Ten deadliest quakes of the past century
Here is a look at the 10 deadliest earthquakes over the past 100 years after two massive quakes claimed more than 50,000 lives in Türkiye and Syria.
The devastating earthquakes that shook Türkiye and its neighbour Syria on February 6 did not stop right away: numerous aftershocks followed, killing more than 50,000 people across two countries and flattening buildings in 11 southern Turkish provinces as well as in northern Syria.
The Türkiye quakes went down in history as "disaster of the century" for the region and are among the ten deadliest earthquakes of the past 100 years.
1976: 242,000 dead, China
A quake measuring 7.8, according to the Chinese authorities, (7.5 according to the US Geological Survey), strikes near the industrial city of Tangshan in northeastern Hebei province. The official death toll is given as 242,000 but is believed to be significantly higher.
Western experts put the toll as high as 700,000, which would make it the second deadliest in the history of mankind, after the huge 1556 disaster that struck northern Shaanxi province, with estimates of the toll put at more than 830,000 people.

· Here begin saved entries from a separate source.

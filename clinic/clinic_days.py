"""Which days have a clinic: the site's weekdays, changed by exceptions."""

import datetime as dt
from collections.abc import Mapping

from clinic.models import ClinicDay, Site

LOOK_AHEAD_DAYS = 400


def exceptions(site: Site) -> dict[dt.date, str]:
    """Return the newest state of every day with an exception or a closing."""
    rows = ClinicDay.objects.filter(site=site).order_by("seq").values_list("day", "state")
    return dict(rows)


def closed_days(site: Site) -> set[dt.date]:
    """Return the days that were closed in the evening and not opened again."""
    return {day for day, state in exceptions(site).items() if state == ClinicDay.State.CLOSED}


def weekdays(site: Site) -> set[int]:
    """Return the weekdays with a clinic, 0 = Monday."""
    return {int(part) for part in site.clinic_weekdays.split(",") if part.strip().isdigit()}


def is_clinic_day(site: Site, day: dt.date, said: Mapping[dt.date, str]) -> bool:
    """Say whether a day has a clinic."""
    state = said.get(day)
    if state == ClinicDay.State.CANCELLED:
        return False
    return state is not None or day.weekday() in weekdays(site)


def next_clinic_day(site: Site, after: dt.date, said: Mapping[dt.date, str]) -> dt.date | None:
    """Return the first clinic day after a day, or None within a year."""
    for ahead in range(1, LOOK_AHEAD_DAYS):
        day = after + dt.timedelta(days=ahead)
        if is_clinic_day(site, day, said):
            return day
    return None


def default_day(site: Site, today: dt.date) -> dt.date:
    """Return today while it is a clinic day and not closed, else the next clinic day."""
    said = exceptions(site)
    if is_clinic_day(site, today, said) and said.get(today) != ClinicDay.State.CLOSED:
        return today
    return next_clinic_day(site, today, said) or today


def last_ended_day(today: dt.date, said: Mapping[dt.date, str]) -> dt.date:
    """Return the last day that is over: yesterday, or today once it was closed.

    Standing rules are asked as of the end of a day: before that nobody failed to come.
    """
    closed = said.get(today) == ClinicDay.State.CLOSED
    return today if closed else today - dt.timedelta(days=1)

2004: 230,000 dead, southeast Asia
On December 26, 2004, a massive 9.1-magnitude earthquake strikes off the coast of Sumatra, triggering a tsunami that kills more than 230,000 people throughout the region, including 170,000 in Indonesia alone.
Waves 30 metres (100 feet) high, travelling at 700 kilometres per hour (435 miles per hour), swallow everything in their path.

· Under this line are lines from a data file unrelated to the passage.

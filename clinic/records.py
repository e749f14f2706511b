"""The records an eye has at a visit, by the name of their part."""

from clinic.models import (
    ContactEntry,
    Decided,
    Eye,
    EyeRecord,
    Measured,
    NextStep,
    Treated,
    Visit,
)

PARTS: dict[str, type[EyeRecord]] = {
    "measured": Measured,
    "decided": Decided,
    "treated": Treated,
    "next": NextStep,
    "contact": ContactEntry,
}


def newest(model: type[EyeRecord], visit: Visit, eye: Eye) -> EyeRecord | None:
    """Return the newest revision of a record, withdrawn or not."""
    rows = model._default_manager.filter(**{"visit": visit, "eye": eye})
    return rows.order_by("-rev").first()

READ MORE: WHO chief 'heartbroken' by visit to quake-hit northern Syria
2010: 200,000 dead, Haiti
A magnitude 7 quake on January 12, 2010, devastates the capital Port-au-Prince and the surrounding region.
The quake cuts the country off from the rest of the world for 24 hours, killing more than 200,000 people, leaving 1.5 million homeless and shattering much of Haiti's frail infrastructure.
In October the same year, Haiti is also hit by a cholera epidemic introduced by Nepalese peacekeepers who arrived after the quake. It kills more than 10,000 people.
1923: 142,000 dead, Japan
On September 1, 1923, two minutes before noon, a 7.9-magnitude quake shakes Kanto in Japan. More than 142,000 people die in the earthquake and resulting fire, which destroys Tokyo.
1948: 110,000 dead, Turkmenistan
On October 5, 1948, at least 110,000 people are killed in a 7.3-magnitude quake in and around Ashgabat, the capital of Turkmenistan, which at the time was part of the Soviet Union.
2008: 87,000 dead, China
More than 87,000 people, including thousands of school pupils, are left dead or missing when a 7.9-magnitude quake strikes China's southwestern Sichuan province on May 12, 2008.
The quake causes outrage after it emerges that 7,000 schools were badly damaged, triggering accusations of shoddy construction, corner-cutting and possible corruption, especially as many other buildings nearby held firm.
READ MORE: Live updates: WHO pledges support as death toll in quake-hit Türkiye rises
2005: 73,000 dead, Pakistan-administered Kashmir
An earthquake on October 8, 2005, kills more than 73,000 people, most in Pakistan's North-West Frontier Province and the Pakistani-administered zone of Kashmir.
A further 3.5 million are displaced.
1932: 70,000 dead, China
On December 25, 1932, a 7.9-magnitude quake kills around 70,000 in Gansu province, in northwest China.
1970: 67,000 dead, Peru
On May 31, 1970, a 7.9-magnitude quake off Peru's north coast leaves some 67,000 dead, many in the mountain city of Huaraz that was buried by a mudslide.
2023: more than 50,000 dead, Türkiye and Syria
On February 6, 2023, a 7.7-magnitude quake strikes southern Türkiye and neighbouring Syria.
One of the biggest quakes in Türkiye in nearly a century, which is followed by a 7.6-magnitude tremor, kills more than 50,000.
Of the dead, more than 45,000 were in Türkiye and around 6,000 in Syria.